package method
import ("testing";"fmt";"math/rand/v2")
func TestCapQuick(t *testing.T){
 r:=rand.New(rand.NewPCG(1,2))
 x:=make([]float64,500)
 for i:=range x { x[i]= 3+ r.ExpFloat64()*2 }
 res:=FitDistributions(x,0.95)
 for _,c:=range res.Candidates { fmt.Printf("%-12s %v %s k=%d %+v ll=%.4f aic=%.3f ad=%.4f p=%.4f %v q=%.4f %.4f %.4f\n", c.Family,c.Valid,c.Reason,c.NParams,c.Params,c.LogLik,c.AIC,c.AD,c.ADPValue,c.Adequate,c.Q00135,c.Q50,c.Q99865)}
 fmt.Println(res.Chosen,res.Reason,res.LowestAIC, res.Empirical)
}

The problem: Restate word for word the lines above, beginning at the first one and ending at the line that carries "res:=FitDistributions(x,0.95)".

Solution:
package method
import ("testing";"fmt";"math/rand/v2")
func TestCapQuick(t *testing.T){
 r:=rand.New(rand.NewPCG(1,2))
 x:=make([]float64,500)
 for i:=range x { x[i]= 3+ r.ExpFloat64()*2 }
 res:=FitDistributions(x,0.95)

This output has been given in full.